Klaus Toepfer made the case that investing in the environment will go a long way toward meeting U.N. goals to reduce poverty, supply clean drinking water and fight the spread of infectious diseases.


"Our motto is environment for development," he said in an interview last week.


The Group of Eight meets in Scotland on Wednesday and will address global warming and climate change -- and Toepfer expressed hope that the leaders will see the link between this critical issue and development.


British Prime Minister Tony Blair, who is hosting the summit, wants an agreement among G-8 leaders on the scientific threat posed by global warming and the urgent need for action.


But the United States rejects the Kyoto Protocol, which calls for cutting carbon dioxide and other gas emissions believed to contribute to global warming. President Bush has called for shifting the debate away from limits on greenhouse gas emissions to new technology that would reduce environmental damage without restricting energy use.

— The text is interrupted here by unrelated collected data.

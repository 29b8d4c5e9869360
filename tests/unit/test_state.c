/* The state file: what is kept comes back, what cannot be is refused, and time between is what the
 * clocks allow to be said. And the time that the watch lives in. */
#include <setjmp.h>
#include <stdarg.h>
#include <stddef.h>
#include <stdint.h>

#include <cmocka.h>

#include "daemon/state.h"
#include "daemon/timeline.h"
#include "util/cleanup.h"
#include "util/files.h"
#include "util/real.h"

#include <errno.h>
#include <math.h>
#include <stdlib.h>
#include <string.h>
#include <sys/stat.h>
#include <time.h>
#include <unistd.h>

static const char text[] = "[gauge]\nkind = stream\ndevice = /nowhere/gauge\n"
                           "[pack main]\ncells = nca-18650\ncapacity = 5.8 Ah\nvoltage = v\n"
                           "[pack spare]\ncells = lipo-pouch\nseries = 2\ncapacity = 5 Ah\n"
                           "voltage = w\n[files]\ncells = conf/cells\n";
static struct config config;
static char folder[] = "/tmp/brink-state-XXXXXX";
static char path[64];

static int set_up(void **state) {
    struct config_problems problems;

    (void)state;
    if (!mkdtemp(folder))
        return -1;
    snprintf(path, sizeof(path), "%s/state.json", folder);
    return config_parse(text, strlen(text), "brink.conf", &config, &problems);
}

static int tear_down(void **state) {
    char aside[80];

    (void)state;
    snprintf(aside, sizeof(aside), "%s.bad", path);
    unlink(path);
    unlink(aside);
    return rmdir(folder);
}

static struct state example(void) {
    struct state s = {.time = {.boot_id = "95b1fbde-85a4-4356-8b6f-6e020f3e7ffa",
                               .t_boot_us = 5000000000,
                               .t_real_us = 1796104400741864,
                               .real_trusted = true},
                      .memory = {.t_boot_us = 4999000000,
                                 .stage = STAGE_EDGE,
                                 .stage_since_us = 4990000000,
                                 .cause = CAUSE_REST,
                                 .n_packs = 2},
                      .pack = {{"main", "nca-18650", 1}, {"spare", "lipo-pouch", 2}}};

    s.memory.pack[0] = (struct pack_memory){0.634, 0.02, 0.011, 0.025, 3.1, 0.2, 1.07, 0.1, 11.0};
    s.memory.pack[1] = (struct pack_memory){UNKNOWN, UNKNOWN, UNKNOWN, UNKNOWN, UNKNOWN,
                                            UNKNOWN, UNKNOWN, UNKNOWN, 15.0};
    return s;
}

static void what_is_kept_comes_back(void **state) {
    struct state kept = example(), back;
    const char *why;
    struct stat st;

    (void)state;
    assert_int_equal(state_save(path, &kept), 0);
    assert_int_equal(stat(path, &st), 0);
    assert_int_equal(st.st_mode & 07777, 0640);
    assert_int_equal(state_load(path, &back, &why), 0);
    assert_string_equal(back.time.boot_id, kept.time.boot_id);
    assert_true(back.time.t_boot_us == kept.time.t_boot_us);
    assert_true(back.time.t_real_us == kept.time.t_real_us);
    assert_true(back.time.real_trusted);
    assert_int_equal(back.memory.stage, STAGE_EDGE);
    assert_int_equal(back.memory.cause, CAUSE_REST);
    assert_true(back.memory.stage_since_us == kept.memory.stage_since_us);
    assert_int_equal(back.memory.n_packs, 2);
    assert_true(fabs(back.memory.pack[0].charge - 0.634) < 1e-9);
    assert_true(fabs(back.memory.pack[0].resistance_scale - 1.07) < 1e-9);
    assert_true(isnan(back.memory.pack[1].charge));
    assert_true(back.memory.pack[1].temp_C == 15.0);
}

static void refused(const char *content, size_t length, const char *words) {
    struct state back = {.memory = {.n_packs = 77}};
    const char *why = "";

    assert_int_equal(files_replace(path, content, length, 0640, false), 0);
    int r = state_load(path, &back, &why);
    if (r != STATE_E_BAD || !strstr(why, words))
        fail_msg("%.*s: %d \"%s\" where \"%s\" was expected", (int)length, content, r, why, words);
    assert_int_equal(back.memory.n_packs, 77);
}

static void damaged_foreign_and_future_files_are_refused(void **state) {
    struct state kept = example(), back;
    scoped(free_p) char *good = NULL;
    const char *why;
    size_t length;

    (void)state;
    refused("", 0, "no JSON");
    refused("{\"brink_state\":1", 16, "no JSON");
    refused("[]", 2, "no state file");
    refused("{\"brink\":1}", 11, "no state file");
    refused("{\"brink_state\":2}", 17, "later version");
    refused("{\"brink_state\":1}", 17, "times or stage");
    assert_int_equal(state_save(path, &kept), 0);
    assert_int_equal(files_read(path, 65536, &good, &length), 0);
    for (size_t cut = 0; cut < length - 2; cut++) /* at every byte */
        refused(good, cut, "no JSON");
    char *charge = strstr(good, "0.634000");
    assert_non_null(charge);
    memcpy(charge, "9.634000", 8);
    refused(good, length, "packs cannot be");
    memcpy(charge, "\"0.6340\"", 8);
    refused(good, length, "packs cannot be");
    unlink(path);
    assert_int_equal(state_load(path, &back, &why), -ENOENT);
}

/* Property: a file with any one byte changed is refused, or what it says is within bounds. */
static void spoiled_bytes_never_give_the_impossible(void **state) {
    struct state kept = example(), back;
    scoped(free_p) char *good = NULL;
    const char *why;
    size_t length;
    long seed = time(NULL);

    (void)state;
    print_message("seed %ld\n", seed);
    srand48(seed);
    assert_int_equal(state_save(path, &kept), 0);
    assert_int_equal(files_read(path, 65536, &good, &length), 0);
    for (int i = 0; i < 1000; i++) {
        size_t at = (size_t)(drand48() * (double)length);
        char was = good[at];
        good[at] = (char)lrand48();
        assert_int_equal(files_replace(path, good, length, 0640, false), 0);
        good[at] = was;
        if (state_load(path, &back, &why) != 0)
            continue;
        assert_true(back.memory.stage <= STAGE_LEAVING && back.memory.n_packs <= PACKS_MAX);
        assert_false(back.memory.pack[0].charge > 1.1 || back.memory.pack[0].charge < -0.1);
        assert_false(back.memory.pack[0].charge_sd < 0);
    }
}

static void a_bad_file_is_set_aside(void **state) {
    char aside[80];
    struct stat st;

    (void)state;
    snprintf(aside, sizeof(aside), "%s.bad", path);
    assert_int_equal(files_replace(path, "x", 1, 0640, false), 0);
    assert_int_equal(state_set_aside(path), 0);
    assert_int_equal(stat(aside, &st), 0);
    assert_int_equal(stat(path, &st), -1);
    assert_int_equal(state_set_aside(path), -ENOENT);
}

static void packs_are_matched_by_what_they_are(void **state) {
    struct state kept = example();
    struct watch_memory memory;

    (void)state;
    assert_int_equal(state_match(&kept, &config, &memory), 2);
    struct state_pack swap = kept.pack[0];
    struct pack_memory swap_memory = kept.memory.pack[0];
    kept.pack[0] = kept.pack[1];
    kept.pack[1] = swap;
    kept.memory.pack[0] = kept.memory.pack[1];
    kept.memory.pack[1] = swap_memory;
    assert_int_equal(state_match(&kept, &config, &memory), 2); /* order does not matter */
    assert_true(memory.pack[0].charge == 0.634);
    kept.pack[1].series = 2; /* rebuilt: another pack under the same name */
    assert_int_equal(state_match(&kept, &config, &memory), 1);
    assert_true(isnan(memory.pack[0].charge));
    strcpy(kept.pack[0].name, "old");
    assert_int_equal(state_match(&kept, &config, &memory), 0);
}

/* Complaint 19: monotonic time alone cannot be mapped later. Boot id and both clocks are kept. */
static void complaint_19_time_between_runs(void **state) {
    struct state_time then = example().time, now = then;
    bool same;

    (void)state;
    now.t_boot_us += 90 * 1000000LL;
    now.t_real_us += 20LL * 365 * 86400 * 1000000; /* a first time sync in between: no matter */
    assert_true(state_gone_s(&then, &now, &same) == 90.0 && same);
    now.t_boot_us = then.t_boot_us - 1;
    assert_true(isnan(state_gone_s(&then, &now, &same)) && !same);
    now = then;
    now.boot_id[0] = 'f';
    now.t_boot_us = 3000000;
    now.t_real_us = then.t_real_us + 7200 * 1000000LL;
    assert_true(state_gone_s(&then, &now, &same) == 7200.0 && !same);
}

/* Complaint 18: a board without a clock steps by hours or years; such a time is no time. */
static void complaint_18_untrusted_real_time_says_nothing(void **state) {
    struct state_time then = example().time, now = then;
    bool same;

    (void)state;
    now.boot_id[0] = 'f';
    now.t_real_us += 60 * 1000000LL;
    now.real_trusted = false;
    assert_true(isnan(state_gone_s(&then, &now, &same)) && !same);
    now.real_trusted = true;
    then.real_trusted = false;
    assert_true(isnan(state_gone_s(&then, &now, &same)));
    then.real_trusted = true;
    now.t_real_us = then.t_real_us - 1000000;
    assert_true(isnan(state_gone_s(&then, &now, &same)));
    now.t_real_us = then.t_real_us + 30LL * 365 * 86400 * 1000000;
    assert_true(isnan(state_gone_s(&then, &now, &same)));
    now.boot_id[0] = '\0'; /* not known: the same as none */
    then.boot_id[0] = '\0';
    now.t_real_us = then.t_real_us + 1000000;
    assert_true(state_gone_s(&then, &now, &same) == 1.0 && !same);
}

static void boot_time_is_handed_through(void **state) {
    struct timeline t;

    (void)state;
    timeline_init(&t, false, 100);
    assert_int_equal(timeline_sample_us(&t, 150, 12345.0),
                     150); /* the gauge's clock is not asked */
    assert_int_equal(timeline_now_us(&t, 160), 160);
    assert_int_equal(timeline_now_us(&t, 155), 160); /* and it never falls */
}

static void the_gauges_clock_is_laid_on_boot_time(void **state) {
    struct timeline t;
    const int64_t s = 1000000;

    (void)state;
    timeline_init(&t, true, 100 * s);
    assert_int_equal(timeline_sample_us(&t, 101 * s, 5000.0), 101 * s);
    assert_int_equal(timeline_sample_us(&t, 101 * s, 5060.0), 161 * s); /* faster than life */
    assert_int_equal(timeline_now_us(&t, 103 * s), 163 * s); /* between, boot time goes on */
    assert_int_equal(timeline_sample_us(&t, 104 * s, 5061.0), 163 * s); /* never back */
    assert_int_equal(timeline_sample_us(&t, 104 * s, 5070.0), 171 * s);
    assert_int_equal(timeline_sample_us(&t, 106 * s, UNKNOWN), 173 * s); /* a line without t */
    assert_int_equal(timeline_sample_us(&t, 106 * s, 5080.0), 181 * s);
}

static void a_gauges_clock_that_jumps_is_laid_anew(void **state) {
    struct timeline t;
    const int64_t s = 1000000;

    (void)state;
    timeline_init(&t, true, 0);
    timeline_sample_us(&t, 10 * s, 1000.0);
    assert_int_equal(timeline_sample_us(&t, 12 * s, 3.0), 12 * s); /* the gauge was reset */
    assert_int_equal(timeline_sample_us(&t, 12 * s, 4.0), 13 * s);
    assert_int_equal(timeline_sample_us(&t, 13 * s, 4.0 + 3601.0), 14 * s);
    assert_int_equal(timeline_sample_us(&t, 13 * s, 3605.0 + 3600.0),
                     3614 * s); /* one hour is time */
}

/* Property: whatever the clocks tell, the watch's time never falls. */
static void time_never_falls(void **state) {
    long seed = time(NULL);
    struct timeline t;
    int64_t boot_us = 0, last_us = 0;

    (void)state;
    print_message("seed %ld\n", seed);
    srand48(seed);
    timeline_init(&t, true, 0);
    for (int i = 0; i < 100000; i++) {
        boot_us += (int64_t)(drand48() * 2e6);
        double clock_s = (drand48() - 0.3) * 1e4 * (drand48() < 0.01 ? 1e12 : 1.0);
        int64_t t_us = drand48() < 0.3 ? timeline_now_us(&t, boot_us)
                                       : timeline_sample_us(&t, boot_us, clock_s);
        assert_true(t_us >= last_us);
        last_us = t_us;
    }
}

int main(void) {
    const struct CMUnitTest tests[] = {
        cmocka_unit_test(what_is_kept_comes_back),
        cmocka_unit_test(damaged_foreign_and_future_files_are_refused),
        cmocka_unit_test(spoiled_bytes_never_give_the_impossible),
        cmocka_unit_test(a_bad_file_is_set_aside),
        cmocka_unit_test(packs_are_matched_by_what_they_are),
        cmocka_unit_test(complaint_19_time_between_runs),
        cmocka_unit_test(complaint_18_untrusted_real_time_says_nothing),
        cmocka_unit_test(boot_time_is_handed_through),
        cmocka_unit_test(the_gauges_clock_is_laid_on_boot_time),
        cmocka_unit_test(a_gauges_clock_that_jumps_is_laid_anew),
        cmocka_unit_test(time_never_falls),
    };

    return cmocka_run_group_tests(tests, set_up, tear_down);
}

Toepfer, who heads the Nairobi-based U.N. Environment Program, said scientific data show that destruction of the environment is a direct cause of many problems faced in the world today -- including poverty, declining health, hunger, undrinkable water, disease, migration from rural to urban areas, and conflict.


"So the environment is not a luxury, not a Gucci accessory bag or a fancy silk tie affordable only when all other issues have been resolved," he told a U.N. ministerial meeting last week. "It is the oxygen breathing life into all the goals. It is the red ribbon running around our common aspirations for a healthier, more stable and just world."


Toepfer said the Millennium Ecosystem Assessment -- a recent study compiled by 1,360 scientists from 95 nations who pored over 16,000 satellite photos from the U.S. National Aeronautics and Space Administration and analyzed statistics and scientific journals -- underscored that the environment is critically important for development.


The study found that humans had depleted 60 percent of the world's grasslands, forests, farmlands, rivers and lakes. It also found that 12 percent of birds, 23 percent of mammals, 25 percent of conifers and 32 percent of amphibians are threatened with extinction -- and that the world's fish stocks have been reduced by 90 percent since the start of industrial fishing.